Reissues & Bonus Tracks
The 2002 Voiceprint issue adds Rowche RumbleIn My AreaFiery Jack / 2nd Dark AgePsykick Dancehall No.2 – which pretty much encapsulates all the extras you need from the era. The 2004 Sanctuary reissue adds a ridiculous number of aborted takes that nobody really needs to own.

Overall Verdict
When I’ve rated Fall albums over the years, Dragnet has always found itself in a relegation spot, struggling to get out of the bottom three. When I averaged the scores from the Fi5 blog, it had dragged itself up to sixth from bottom. I’m not going to (or at least I don’t intend to at this point) rank the albums again, but that’s probably a fair reflection of where it sits. It’s not a bad album by any means, and it’s interesting how often the word ‘fun’ has cropped up in this summary: it’s by no means the difficult album that its reputation suggests. Dave Thompson described it as a ‘dead end’8, and whilst that feels a little harsh, you can see what he means. Spectre aside, there’s a sense that this was as far as this incarnation of The Fall could go. Which makes what they achieved just over a year later all the more remarkable. But that’s for in a couple of posts’ time….

My “Version”
I said in the last post that I didn’t have a ‘version’ of LATWT because there weren’t quite enough songs that I rated sufficiently highly. However, I have made a (in my humble opinion) a cracking 70s Fall compilation. (For those who haven’t come across my ‘versions’ before, I make them using Audacity, and my self-imposed rule is that they have to be comprised of two ‘sides’ totaling somewhere between 35-45 minutes.)

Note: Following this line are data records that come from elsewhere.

"""The number and text gates of an environment file's fields: every value of ``[conditions]``,
``[feed]``, ``[bounds]``, ``[demand]``, ``[cofactors]`` and ``[fluid]`` passes one of them
(:func:`tfa.util.numbers.read_number` behind each), so a bad value is refused naming the file,
section and key."""

from __future__ import annotations

import difflib
from typing import Any

from ..errors import InputError, NetworkFileError
from ..util.numbers import MAX_FLUX, read_activity, read_number


def _unknown(where: str, what: str, key: str, allowed: list[str]) -> str:
    same_case = [a for a in allowed if a.lower() == key.lower()]
    close = same_case or difflib.get_close_matches(key, allowed, n=1)
    hint = f"did you mean '{close[0]}'? " if close else ""
    return f"{where}: unknown {what}; {hint}allowed: {', '.join(allowed)}"


def _real(where: str, section: str, key: str, value: Any, **bounds: float) -> float:
    if isinstance(value, str):  # a number in quotes is text in TOML
        raise NetworkFileError(f"{where} [{section}] {key}: {value!r} is not a number; write e.g. "
                               f"{key} = 1.0")
    try:
        return float(read_number(value, f"[{section}] {key}", where, **bounds))
    except InputError as exc:
        raise NetworkFileError(str(exc)) from None


def _positive(where: str, section: str, key: str, value: Any) -> float:
    if isinstance(value, (int, float)) and not isinstance(value, bool) and value <= 0:
        raise NetworkFileError(
            f"{where} [{section}] {key}: {value!r} is not a concentration; give a value > 0 "
            "(mol/L; gases bar), or remove the entry"
        )
    if isinstance(value, str):
        _real(where, section, key, value)
    try:
        return read_activity(value, f"[{section}] {key}", where)
    except InputError as exc:
        raise NetworkFileError(str(exc)) from None


def _demand(where: str, section: Any) -> tuple[str | None, float, bool]:
    """(reaction, flux, no demand) of the ``[demand]`` section, which must be there."""
    if section is None:
        raise NetworkFileError(
            f"{where}: no [demand] section; name what the network must make, e.g. [demand] "
            "reaction = \"DM_precursors\" and flux = 0.01 (without a demand the zero-flux state "
            "meets every question), or write [demand] none = true to ask whether it can run at all")
    if "none" in section:
        if section["none"] is not True or set(section) != {"none"}:
            raise NetworkFileError(f"{where} [demand]: none = true stands alone (no reaction, no "
                                   "flux); or remove it and name the demand reaction and flux")
        return None, 0.0, True
    reaction = section.get("reaction")
    if not isinstance(reaction, str) or not reaction.strip():
        raise NetworkFileError(f"{where} [demand] reaction: give a reaction id as text, e.g. "
                               "reaction = \"DM_precursors\"")
    if "flux" not in section:
        raise NetworkFileError(f"{where} [demand] flux: missing; give the least flux of "
                               f"{reaction} (> 0, in the network's flux unit), e.g. flux = 0.01")
    flux = _real(where, "demand", "flux", section["flux"], maximum=MAX_FLUX)
    if flux <= 0:
        raise NetworkFileError(f"{where} [demand] flux: {flux:g} must be > 0 (a demand of 0 is met "
                               "by the zero-flux state); or write [demand] none = true")
    return reaction.strip(), flux, False


def _pair(where: str, key: str, value: Any) -> tuple[float, float]:
    if not isinstance(value, list) or len(value) != 2:
        raise NetworkFileError(f"{where} [bounds] {key}: give two numbers [lower, upper] in mol/L, e.g. "
                               f"{key} = [1.0e-6, 1.0e-2]")
    lower = _positive(where, "bounds", key, value[0])
    upper = _positive(where, "bounds", key, value[1])
    if lower > upper:
        raise NetworkFileError(f"{where} [bounds] {key}: lower {lower:g} is above upper {upper:g}; swap them")
    return lower, upper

70s Fall Side 1: Repetition / Flat of Angles / Two Steps Back / Music Scene (22:21)

70s Fall Side 2: Various Times / Before The Moon Falls / Frightened / Spectre vs. Rector (22:39)

 

1Ford, p68

2Ford, p59

3The Big Midweek, p52

4Ford, p71

5The Big Midweek, p54

6Ford, p70

7Edge, p27

8Thompson, p39

5 thoughts on “YMGTA #03: Dragnet

  1. Always my favorite, and I love all of Fall’s output. For me, the production is perfect, I love that Mark’s singing, would love to have more Fall material of this kind. Had it sold well, Mark would had thought twice before changing to another direction so quickly. Cause he could do this everyday-horror lyrics in his sleep, and the rockabilly background makes him happy, you can really hear it in his voice here. In a perfect world this record could be for UK what Gun Club’s Fire of Love went to be for US two years later

    Liked by 1 person

  2. Cheers, Steve. I’ve got a real soft spot for dragnet. I’ve always thought it has plenty of fun / (perverted) pop moments too, and find it strange that it’s got such a dark reputation considering that it’s really only Spector and a couple of others that are challenging for the casual listener. I’d rate it far higher than you have but I know from your previous posts that it’s not a favourite. I prefer this to grotesque, but I’m probably in the minority there…

    Liked by 1 person

  3. This is all good. Especially liked the shout out for Half Man Half Biscuit. It’s true that they are big on The Fall. Their bass player has been known to wear a “Hats Off to Steve Hanley” T shirt.